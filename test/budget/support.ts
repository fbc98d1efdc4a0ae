/**
 * Shared set-up of the spectator tests that hold spectatorError against the independent NumPy
 * three-transmon model (test/reference/spectator_gate.py): the pair's own coherent error on the
 * same waveform and model size (the baseline a spectator's share is measured from), and the
 * NumPy share for the same transmons, couplings, fluxes and waveform.
 */
import { PAIR_TOP_MANIFOLD, SPECTATOR_LEVELS, SPECTATOR_PROPAGATION, moverEjSpan } from '../../src/budget/spectator-error.js';
import { buildManifoldFrame } from '../../src/sim/manifold-frame.js';
import { edgeSimModel, type EdgeSpectator } from '../../src/sim/pair-model.js';
import { simulateGate } from '../../src/sim/simulate-gate.js';
import { gateMetrics } from '../../src/sim/gate-metrics.js';
import type { Trajectory } from '../../src/sim/trajectory.js';
import type { Transmon } from '../../src/transmon/transmon.js';
import { runPython } from '../support/python.js';

export interface PairIn {
  mover: Transmon;
  partner: Transmon;
  gGHz: number;
  partnerFlux: number;
}

/** The pair alone on `traj` (spectator model levels, default SPECTATOR_LEVELS; in-block frame, target pi): the baseline of a share. */
export function pairAloneBaseline(pair: PairIn, traj: Trajectory, levels: { moverLevels: number; partnerLevels: number } = SPECTATOR_LEVELS): { pairError: number; pairLeakage: number } {
  const [lo, hi] = moverEjSpan(pair.mover, traj);
  const frame = buildManifoldFrame(edgeSimModel({ ...pair, ...SPECTATOR_LEVELS, ...levels }), { ejLo: lo, ejHi: hi, keepExcitations: PAIR_TOP_MANIFOLD });
  const alone = gateMetrics(simulateGate(frame, traj, { ...SPECTATOR_PROPAGATION, targetPhase: Math.PI, estimate: false }).m, Math.PI);
  return { pairError: 1 - alone.fidelity, pairLeakage: alone.leakage };
}

/** Level counts and step of the NumPy model (mover eigenstates at parking and at the flux extreme, partner, spectator). */
export interface NumPyModelSize {
  KA: number;
  KAfar: number;
  KB: number;
  KS: number;
  dt: number;
}

/** The spectator's share (error, leakage) from test/reference/spectator_gate.py, target phase pi. */
export function numpySpectatorShare(pair: PairIn, spectator: EdgeSpectator, traj: Trajectory, size: NumPyModelSize): { error: number; leakage: number } {
  const t = (x: Transmon) => ({ ec: x.ecGHz, ejs: x.ejsGHz, d: x.asymmetry });
  const coupling = spectator.coupledTo === 'mover' ? { gAS: spectator.gGHz } : { gBS: spectator.gGHz };
  return runPython<{ error: number; leakage: number }>('spectator_gate.py', {
    mover: t(pair.mover), partner: t(pair.partner), spectator: t(spectator.transmon),
    gAB: pair.gGHz, ...coupling, partnerFlux: pair.partnerFlux, spectatorFlux: spectator.flux,
    time: Array.from(traj.timeNs), flux: Array.from(traj.flux), theta: Math.PI, ...size,
  }, { timeoutMs: 600_000 });
}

● **WHAT IS BEING ASKED**: Where a line of the data above includes "reference", copy that line.

● **TASK RESPONSE**:
 * three-transmon model (test/reference/spectator_gate.py): the pair's own coherent error on the
/** The spectator's share (error, leakage) from test/reference/spectator_gate.py, target phase pi. */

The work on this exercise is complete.